Hoy, sé que no todos los desiertos hunden los cuerpos de la misma forma. Más de cien páginas, puede que una letra por kiló (kilómetro). Ni una lágrima ha escapado mientras tantos granos de arena de Miñán (Hermanito) abnegaban la sinrazón de las políticas migratorias. Ni con los yallah, yallah (vamos, vamos) que empujaban a sentarse en el mar, cuando todas sabemos que «…el mar no es un lugar para sentarse».

 

 

Ahora sí, el llanto —preso al igual que Ibrahima tras los muros de acuerdos internacionales—, fluye incontinente, desbrozando sus largas caminatas a través de circunstancias inhumanas, bajo el férreo control de las mafias civiles y policiales.

Cada libro que cerramos después de haber recorrido su espina dorsal, su asfalto, sus esquinas y los escondites en que buscar cobijo de nuestra propia historia nos deja un poso diferente; algunos, solo eso: un poso que, si abrimos otro libro, se olvidará fácilmente. Otros, como Miñán, son el movimiento. Entenderás a qué me refiero una vez que lo tengas en tus manos. No importarán las historias que hayas escuchado antes; las heridas que hayas recibido, en forma de grafía sobre un lienzo de imprenta; los desiertos que hayas imaginado, ni el tsunami que asome en la desesperación que hayas podido experimentar en lecturas anteriores.  

Este libro es diferente, porque su forma de hablar también lo es. Su mecánica particular de hacer sentir, decir la herida; las expresiones y aprendizaje de Ibrahima y la sensibilidad y humanidad de Amets en acoplar la herida para que muchos tú que son yo podamos percibir el movimiento del que hablan ellos, y su oleaje pueda ser el nuestro.

 

 

Cerrar un libro supone para mí acotar un espacio en lo que nada más intervenga, dejar reposar, demorar por algún tiempo el comienzo de otro.  No soy capaz de terminar y empezar como se cuenta hasta cien y seguido. Se empieza de nuevo:  uno dos tres cuatro cinco seis siete hasta alcanzar de nuevo la centena sin comas ni pausas. Cuando llego a la puerta de atrás, giro el dorso y paso las yemas de mis dedos por la portada. Me quedo unos instantes aislada en las vocales, escalando consonantes, merodeando los puntos y aparte, convertida en una sílaba más de su testimonio. Y suspiro con el mismo aliento contenido en las páginas, con los mismos pulmones que alimentan el hábitat entre cubiertas. Esto no ocurre siempre. Cuando no, es porque no existe movimiento y el pensamiento puede seguir a sus cosas de antes como si no acabara de estar en otra parte.

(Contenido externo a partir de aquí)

func TestLeastSquaresErrors(t *testing.T) {
	t.Parallel()
	x := []float64{1, 2, 3, 4, 5}
	y := []float64{2, 4, 5, 4, 5}
	for _, tc := range []struct {
		name string
		cols [][]float64
		y    []float64
		want string
	}{
		{"too few rows", [][]float64{x[:2], x[:2]}, y[:2], "need at least 3"},
		{"constant column", [][]float64{{4, 4, 4, 4, 4}}, y, "constant"},
		{"collinear", [][]float64{x, {2, 4, 6, 8, 10}}, y, "linear combination"},
		{"NaN in y", [][]float64{x}, []float64{1, 2, math.NaN(), 4, 5}, "response row 3"},
		{"Inf in x", [][]float64{{1, 2, 3, math.Inf(1), 5}}, y, "predictor 1 row 4"},
	} {
		_, err := LeastSquares(tc.cols, tc.y, 0.95)
		if err == nil || !strings.Contains(err.Error(), tc.want) {
			t.Errorf("%s: error %v, want one containing %q", tc.name, err, tc.want)
		}
	}
	if _, err := Line([]float64{3}, []float64{1}, 0.95); err == nil {
		t.Error("Line with one point: no error")
	}
	if _, err := Line([]float64{3, 3, 3}, []float64{1, 2, 3}, 0.95); err == nil {
		t.Error("Line with constant x: no error")
	}
	if _, err := Polynomial(x, y, 0, 0.95); err == nil {
		t.Error("Polynomial degree 0: no error")
	}
	if _, err := Polynomial([]float64{1, 1, 2, 2, 2}, y, 2, 0.95); err == nil {
		t.Error("quadratic on two distinct x: no error")
	}
}

func TestLineEdges(t *testing.T) {
	t.Parallel()
	// n = 2: the line is exact; inference is undefined (NaN), not a panic.
	l, err := Line([]float64{1, 3}, []float64{2, 6}, 0.95)
	if err != nil {
		t.Fatal(err)
	}
	if l.Slope.Estimate != 2 || l.Intercept.Estimate != 0 || l.DFResid != 0 ||
		!math.IsNaN(l.Slope.SE) || !math.IsNaN(l.ResidualSE) || !math.IsNaN(l.F) {
		t.Errorf("n=2: %+v", l)
	}
	if f, lo, _, _, _ := l.Interval(2, 0.95); f != 4 || !math.IsNaN(lo) {
		t.Errorf("n=2 Interval(2) = %v, %v", f, lo)
	}
	// Constant y: slope 0, R² undefined.
	l, err = Line([]float64{1, 2, 3, 4}, []float64{5, 5, 5, 5}, 0.95)
	if err != nil || l.Slope.Estimate != 0 || !math.IsNaN(l.R2) {
		t.Errorf("constant y: %v %+v", err, l)
	}
	// Hand-checkable: x = 1..5, y = 2,4,5,4,5 gives y = 2.2 + 0.6x,
	// RSS = 2.4, s² = 0.8, SE(slope) = √(0.8/10).
	l, err = Line([]float64{1, 2, 3, 4, 5}, []float64{2, 4, 5, 4, 5}, 0.95)
	if err != nil {
		t.Fatal(err)
	}
	if !coreClose(l.Slope.Estimate, 0.6, 1e-15) || !coreClose(l.Intercept.Estimate, 2.2, 1e-15) ||
		!coreClose(l.RSS, 2.4, 1e-14) || !coreClose(l.Slope.SE, math.Sqrt(0.08), 1e-14) || l.Sxx != 10 || l.MeanX != 3 {
		t.Errorf("hand case: %+v", l)
	}
	// At x0 = x̄ the mean-response half-width is t·s/√n.
	f, lo, hi, _, _ := l.Interval(3, 0.95)
	if hw := TQuantile(0.975, 3) * math.Sqrt(0.8/5); !coreClose(f, 4, 1e-15) || !coreClose(hi-f, hw, 1e-13) || !coreClose(f-lo, hw, 1e-13) {
		t.Errorf("Interval(x̄) = %v [%v, %v], half-width want %v", f, lo, hi, hw)
	}
}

La voz de Ibrahima, junto con las manos de Amets, ha hecho posible un bello texto literario. Miñán va más allá de una narración real que atesorar en la memoria colectiva. Es un decálogo visceral y honesto contra la intolerancia de las políticas migratorias: la solidaridad convertida en alegato por los DD.HH. y la dignidad de todas las personas, sea cual sea su origen.

Todas las historias destilan heridas. Aunque algunos «bosques» se empeñen en guardarlas, algunas se ven. Este libro te contará una de ellas.

¡Gracias, Amets e Ibrahima, por hacer visible lo cotidiano y compartir el espacio inmensurable de vuestra amistad!